### Assignment:
Search the records for the string "queryFn" and report how many lines contain it, with nothing else.
(Extracted material)
import { z } from 'zod';
import { ERROR_CODES } from '../errors';

/** A UUID; small digits, so that two spellings are one id. */
export const idSchema = z.uuid().toLowerCase();
export const hexSchema = z.string().regex(/^#[0-9a-f]{6}$/, 'a colour is # and six small hexadecimal digits');
/** A length that a thing can have: above nothing, and under 10 m. */
export const sizeSchema = z.int().positive().max(1_600_000);
/** A place or a signed distance. */
export const offsetSchema = z.int().min(-1_600_000).max(1_600_000);
export const turnsSchema = z.union([z.literal(0), z.literal(1), z.literal(2), z.literal(3)]);
export const sideSchema = z.enum(['left', 'right']);
export const dateSchema = z.iso.date();
export const instantSchema = z.iso.datetime();
export const revisionSchema = z.int().nonnegative();
/** A place in a list that people put in order; a list is never this long. */
export const positionSchema = z.int().nonnegative().max(1_000_000);

/**
 * What no text keeps: halves of characters, which no database and no file name takes, and marks that turn the
 * reading direction, which can disguise a name.
 */
const UNFIT = /[\p{Cs}\u200e\u200f\u202a-\u202e\u2066-\u2069]/gu;

/**
 * A line of text as people type it: trimmed, in Unicode's composed form, without control characters. Reading a
 * result once more changes nothing: an edit is held against the text that was stored.
 */
export const lineSchema = (max: number) =>
  z
    .string()
    .transform((text) => text.replace(UNFIT, '').replace(/\p{Cc}/gu, '').normalize('NFC').trim())
    .pipe(z.string().min(1).max(max));

/** Several lines of text; may be empty. */
export const textSchema = (max: number) =>
  z
    .string()
    .transform((text) => text.replace(UNFIT, '').replace(/(?!\n)\p{Cc}/gu, '').normalize('NFC'))
    .pipe(z.string().max(max));

/** RFC 9457 problem details; `code` is what a client reads, `fields` names every field that did not fit. */
export const problemSchema = z.object({
  type: z.string(),
  title: z.string(),
  status: z.int(),
  detail: z.string(),
  instance: z.string().optional(),
  code: z.enum(ERROR_CODES),
  fields: z.array(z.object({ path: z.string(), message: z.string() })).optional(),
  data: z.record(z.string(), z.unknown()).optional(),
});
export type Problem = z.infer<typeof problemSchema>;

export const pageQuerySchema = z.strictObject({
  cursor: z.string().max(200).optional(),
  limit: z.coerce.number().int().min(1).max(200).default(100),
});
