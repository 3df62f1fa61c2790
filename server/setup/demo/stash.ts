import { inches } from '../../../shared/model/length';
import { UNCERTAINTY, type StashFacts, type StashSide, type StashSides } from '../../../shared/model/stash';

const MAKER = 'Quern Lane Paper Mill';
const plain = (hex: string): StashSide => ({ hex, source: 'typed', uncertainty: UNCERTAINTY.typed, pattern: 'plain', palette: [] });

const sheets = (name: string, sides: StashSides, quantity: number, texture: string, place: string, more: Partial<StashFacts> = {}): StashFacts => ({
  name,
  maker: MAKER,
  texture,
  place,
  width: inches(12),
  height: inches(12),
  quantity,
  lowAt: 1,
  price: 95,
  sides,
  ...more,
});

/** The demo's drawer: nine cardstocks, and one patterned paper with two sides. */
export const DEMO_STASH: readonly StashFacts[] = [
  sheets('Oat', [plain('#efe6d2')], 4, 'linen', 'Drawer 1'),
  sheets('Harbour', [plain('#1d4f5c')], 2, 'smooth', 'Drawer 1'),
  sheets('Sea glass', [plain('#b9cfc4')], 3, 'smooth', 'Drawer 1'),
  sheets('Lamp', [plain('#dc9f33')], 1, 'smooth', 'Drawer 2'),
  sheets('Chalk', [plain('#f3f0e8')], 6, 'linen', 'Drawer 1'),
  sheets('Shingle', [plain('#a3a29b')], 3, 'felt', 'Drawer 2'),
  sheets('Slate', [plain('#515a62')], 2, 'smooth', 'Drawer 2'),
  sheets('Kelp', [plain('#5d6845')], 2, 'smooth', 'Drawer 2'),
  sheets('Buoy', [plain('#cf6a3c')], 0, 'smooth', 'Drawer 2'),
  sheets(
    'Deck chair',
    [
      { ...plain('#f3f0e8'), pattern: 'stripe', palette: ['#1d4f5c'] },
      { ...plain('#dc9f33'), pattern: 'dot', palette: ['#f3f0e8'] },
    ],
    2,
    'smooth',
    'Rack by the window',
    { price: 140 },
  ),
];
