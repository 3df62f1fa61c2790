import { queryOptions, useMutation, useQueryClient } from '@tanstack/react-query';
import { healthSchema, sessionSchema, type Session, type SignIn, type SignUp } from '#shared/contracts/accounts';
import { api, ApiError } from '@/lib/api';
import { SESSION_KEY } from '@/lib/query-client';

/** Who is signed in; null when nobody is. */
export const sessionQuery = queryOptions({
  queryKey: SESSION_KEY,
  queryFn: async ({ signal }): Promise<Session | null> => {
    try {
      return await api.get('/session', sessionSchema, { signal });
    } catch (error) {
      if (error instanceof ApiError && error.code === 'unauthenticated') return null;
      throw error;
    }
  },
  staleTime: 60_000,
});

/** What the sign-in page may know of the server: in demo mode, the accounts to try. */
export const healthQuery = queryOptions({
  queryKey: ['health'],
  queryFn: ({ signal }) => api.get('/health', healthSchema, { signal }),
  staleTime: Infinity,
  retry: false,
});

/** Enters: the session's data replaces whatever an earlier person left in the cache. */
function useEnter<Input>(path: string) {
  const client = useQueryClient();
  return useMutation({
    mutationFn: (input: Input) => api.post(path, sessionSchema, input),
    onSuccess: (session) => {
      client.removeQueries({ predicate: ({ queryKey }) => queryKey[0] !== SESSION_KEY[0] && queryKey[0] !== 'health' });
      client.setQueryData(SESSION_KEY, session);
    },
  });
}

export const useSignIn = () => useEnter<SignIn>('/session');
export const useSignUp = () => useEnter<SignUp>('/accounts');

export function useSignOut() {
  const client = useQueryClient();
  return useMutation({
    mutationFn: () => api.delete('/session'),
    onSuccess: () => {
      client.clear();
      client.setQueryData(SESSION_KEY, null);
    },
  });
}
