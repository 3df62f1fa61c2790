import { z } from 'zod';
import { idSchema, instantSchema } from './common';

export const grantScopeSchema = z.discriminatedUnion('kind', [
  z.strictObject({ kind: z.literal('spread-link'), spreadId: idSchema, mayComment: z.boolean() }),
  z.strictObject({ kind: z.literal('workshop'), workshopId: idSchema, copyStudioId: idSchema.nullable() }),
  z.strictObject({ kind: z.literal('worktable'), spreadId: idSchema }),
]);
export const createGrantSchema = z.strictObject({
  id: idSchema,
  scope: grantScopeSchema,
  expiresAt: instantSchema.nullable(),
});
export const grantSchema = z.object({
  id: idSchema,
  scope: grantScopeSchema,
  expiresAt: instantSchema.nullable(),
  withdrawnAt: instantSchema.nullable(),
});
export const grantListSchema = z.object({ grants: z.array(grantSchema) });
/** The only time that the token is told. */
export const createdGrantSchema = grantSchema.extend({ token: z.string() });
/** Header in which a grant's token is sent. */
export const GRANT_HEADER = 'x-pairleaf-grant';
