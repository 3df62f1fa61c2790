import type { z } from 'zod';

/** One field that does not fit, by its path with dots. */
export interface FieldFault {
  readonly path: string;
  readonly message: string;
}

/** Every fault by its field, in the order found; a key that is not known is a field of its own. */
export function fieldFaults(issues: readonly z.core.$ZodIssue[]): FieldFault[] {
  return issues.flatMap((issue): FieldFault[] => {
    const path = issue.path.map(String).join('.');
    if (issue.code === 'unrecognized_keys') {
      return issue.keys.map((key) => ({ path: path ? `${path}.${key}` : key, message: 'there is no such field' }));
    }
    return [{ path, message: issue.message }];
  });
}
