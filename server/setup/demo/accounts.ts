import type { Role } from '../../../shared/model/people';

export interface DemoAccount {
  readonly role: Role;
  readonly name: string;
  readonly email: string;
  readonly password: string;
}

export const DEMO_STUDIO = 'Quern Lane Studio';

/** Invented people. Their passwords are printed at every start, so they exist in demo mode only. */
export const DEMO_ACCOUNTS: readonly DemoAccount[] = [
  { role: 'owner', name: 'Hesper Dowd', email: 'hesper@quernlane.example', password: 'steel-ruler-4064' },
  { role: 'designer', name: 'Tobin Arkwell', email: 'tobin@quernlane.example', password: 'bone-folder-127' },
  { role: 'reviewer', name: 'Ines Marlow', email: 'ines@quernlane.example', password: 'soft-pencil-160' },
  { role: 'contributor', name: 'Odile Penn', email: 'odile@quernlane.example', password: 'photo-corner-22' },
];
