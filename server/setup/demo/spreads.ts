import type { CommandCall } from '../../../shared/commands/calls';
import { runCommand } from '../../../shared/commands/run-command';
import { placeScheme, suggestSchemes } from '../../../shared/colour/schemes';
import type { PrintId, Side } from '../../../shared/model/ids';
import { inches } from '../../../shared/model/length';
import { newDocument } from '../../../shared/model/new-document';
import { DEFAULT_BINDING, PAGE_FORMATS } from '../../../shared/model/page-format';
import { applyPatch } from '../../../shared/model/patch';
import type { Print } from '../../../shared/model/print';
import type { Content, SpreadDocument } from '../../../shared/model/spread';
import { TRIM_SETTINGS_INCH } from '../../../shared/model/trim-settings';

/** A mat of a demo page: its cells, and what lies on it (a picture file, or anything else). */
interface DemoMat {
  readonly cells: readonly [x: number, y: number, w: number, h: number];
  readonly print?: string;
  readonly content?: Content;
  readonly focal?: boolean;
  /** Mats that share a number are panes of one split print. */
  readonly panes?: number;
}

export interface DemoSpread {
  readonly title: string;
  readonly document: SpreadDocument;
}

const DARK = '#1d4f5c';

const OUT_LEFT: readonly DemoMat[] = [
  { cells: [0, 0, 3, 5], panes: 1, print: 'headland.jpg' },
  { cells: [3, 0, 3, 5], panes: 1 },
  { cells: [6, 0, 3, 5], panes: 1 },
  { cells: [9, 0, 3, 5], panes: 1 },
  { cells: [12, 0, 10, 5], content: { kind: 'lettering', text: 'Out to\nthe light', color: DARK, letterHeight: inches(5 / 8) } },
  { cells: [0, 5, 5, 9], print: 'signal.jpg' },
  { cells: [5, 5, 13, 9], print: 'arrival.jpg', focal: true },
  {
    cells: [18, 5, 4, 9],
    content: {
      kind: 'journaling',
      text: 'Saturday, 13 June. Nora counted every step to the top. Ivo waved at every gate, and every gate waved back.',
      color: '#23272f',
      lineHeight: inches(3 / 8),
    },
  },
  { cells: [0, 14, 6, 8], print: 'stair.jpg' },
  { cells: [6, 14, 6, 8], print: 'window.jpg' },
  { cells: [12, 14, 6, 8], print: 'pim.jpg' },
  { cells: [18, 14, 4, 4], print: 'brick.jpg' },
  { cells: [18, 18, 4, 4], content: { kind: 'paper', pattern: 'stripe', color: DARK, ground: '#f3f0e8' } },
];

const OUT_RIGHT: readonly DemoMat[] = [
  { cells: [0, 0, 8, 8], print: 'nora.jpg' },
  { cells: [8, 0, 6, 8], print: 'thrift.jpg' },
  { cells: [14, 0, 8, 8], print: 'lens.jpg' },
  { cells: [0, 8, 4, 7], panes: 2, print: 'cliff.jpg' },
  { cells: [4, 8, 4, 7], panes: 2 },
  { cells: [8, 8, 4, 7], panes: 2 },
  { cells: [12, 8, 10, 7], print: 'family.jpg' },
  { cells: [0, 15, 6, 7], print: 'driver.jpg' },
  { cells: [6, 15, 9, 7], print: 'station.jpg' },
  { cells: [15, 15, 7, 7], print: 'rope.jpg' },
];

const GRASS_LEFT: readonly DemoMat[] = [
  { cells: [0, 0, 13, 9], print: 'picnic.jpg', focal: true },
  { cells: [13, 0, 9, 5], content: { kind: 'lettering', text: 'On the\ngrass', color: DARK, letterHeight: inches(5 / 8) } },
  { cells: [13, 5, 9, 4] },
  { cells: [0, 9, 8, 8], print: 'rope.jpg' },
  { cells: [8, 9, 6, 8], print: 'thrift.jpg' },
  {
    cells: [14, 9, 8, 13],
    content: { kind: 'journaling', text: 'Sunday. Two apples, three sandwiches and a hand that was not ours.', color: '#fdfcf8', lineHeight: inches(3 / 8) },
  },
  { cells: [0, 17, 7, 5], print: 'ticket.jpg' },
  { cells: [7, 17, 7, 5] },
];

const GRASS_RIGHT: readonly DemoMat[] = [
  { cells: [0, 0, 9, 9], print: 'beach.jpg' },
  { cells: [9, 0, 13, 9], print: 'gulls.jpg' },
  { cells: [0, 9, 7, 13], print: 'pim.jpg' },
  { cells: [7, 9, 8, 6], print: 'seawindow.jpg' },
  { cells: [15, 9, 7, 6] },
  { cells: [7, 15, 15, 7], print: 'cliff.jpg' },
];

/** The demo's three spreads: one finished, one half done with notes to read, one bare. */
export function buildDemoSpreads(printByFile: ReadonlyMap<string, Print>, newId: () => string): DemoSpread[] {
  const prints = new Map<PrintId, Print>([...printByFile.values()].map((print) => [print.id, print]));
  const format = PAGE_FORMATS[0]!;
  const context = { prints, trim: TRIM_SETTINGS_INCH, newId };
  const run = (doc: SpreadDocument, call: CommandCall): SpreadDocument => {
    const patch = runCommand(doc, call, context);
    if (Object.keys(patch).length === 0) throw new Error(`the demo's ${call.id} does nothing: ${JSON.stringify(call.args)}`);
    return applyPatch(doc, patch);
  };
  const idOf = (file: string): PrintId => {
    const print = printByFile.get(file);
    if (!print) throw new Error(`the demo names a picture that it does not have: ${file}`);
    return print.id;
  };
  const layOut = (start: SpreadDocument, page: Side, mats: readonly DemoMat[]): SpreadDocument => {
    const sketch = mats.map(({ cells: [x, y, w, h], focal, panes }) => ({ x, y, w, h, focal, paneGroup: panes }));
    const laid = run(start, { id: 'pages.useSketch', args: { page, mats: sketch, color: DARK } });
    return mats.reduce((doc, { cells: [x, y], print, content }) => {
      const matId = doc.mats.find((mat) => mat.page === page && mat.x === x && mat.y === y)!.id;
      if (content) return run(doc, { id: 'mats.setContent', args: { matId, content } });
      return print ? run(doc, { id: 'prints.place', args: { printId: idOf(print), matId } }) : doc;
    }, laid);
  };
  const withTable = (files: readonly string[]): SpreadDocument =>
    run(newDocument(format, DEFAULT_BINDING, 'both'), { id: 'table.add', args: { printIds: files.map(idOf) } });
  const inScheme = (doc: SpreadDocument, index: number): SpreadDocument => {
    const scheme = suggestSchemes({ doc, prints })[index]!;
    return run(doc, { id: 'scheme.apply', args: placeScheme({ doc, ...context }, scheme) });
  };

  /** The headland's four panes spread apart, so that the lighthouse stands whole in the third. */
  const spreadPanes = (doc: SpreadDocument): SpreadDocument => {
    const headland = doc.panes.find((group) => group.content?.printId === idOf('headland.jpg'))!;
    const apart = run(doc, { id: 'panes.setRun', args: { groupId: headland.id, run: 'apart' } });
    return run(apart, { id: 'window.slide', args: { matId: headland.matIds[0]!, x: inches(1, 1 / 2), y: inches(1 / 4) } });
  };

  const all = [...printByFile.keys()];
  const out = inScheme(spreadPanes(layOut(layOut(withTable(all), 'left', OUT_LEFT), 'right', OUT_RIGHT)), 0);
  const grassPrints = ['picnic.jpg', 'rope.jpg', 'thrift.jpg', 'ticket.jpg', 'beach.jpg', 'gulls.jpg', 'pim.jpg', 'seawindow.jpg', 'cliff.jpg', 'scone.jpg', 'tower.jpg', 'nora.jpg', 'lens.jpg', 'stair.jpg', 'brick.jpg'];
  const grass = layOut(layOut(withTable(grassPrints), 'left', GRASS_LEFT), 'right', GRASS_RIGHT);
  return [
    { title: 'Out to the light', document: out },
    { title: 'On the grass', document: grass },
    { title: 'Home by lamplight', document: newDocument(format, DEFAULT_BINDING, 'both') },
  ];
}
(End Extracted material)
### Solution to the problem:
2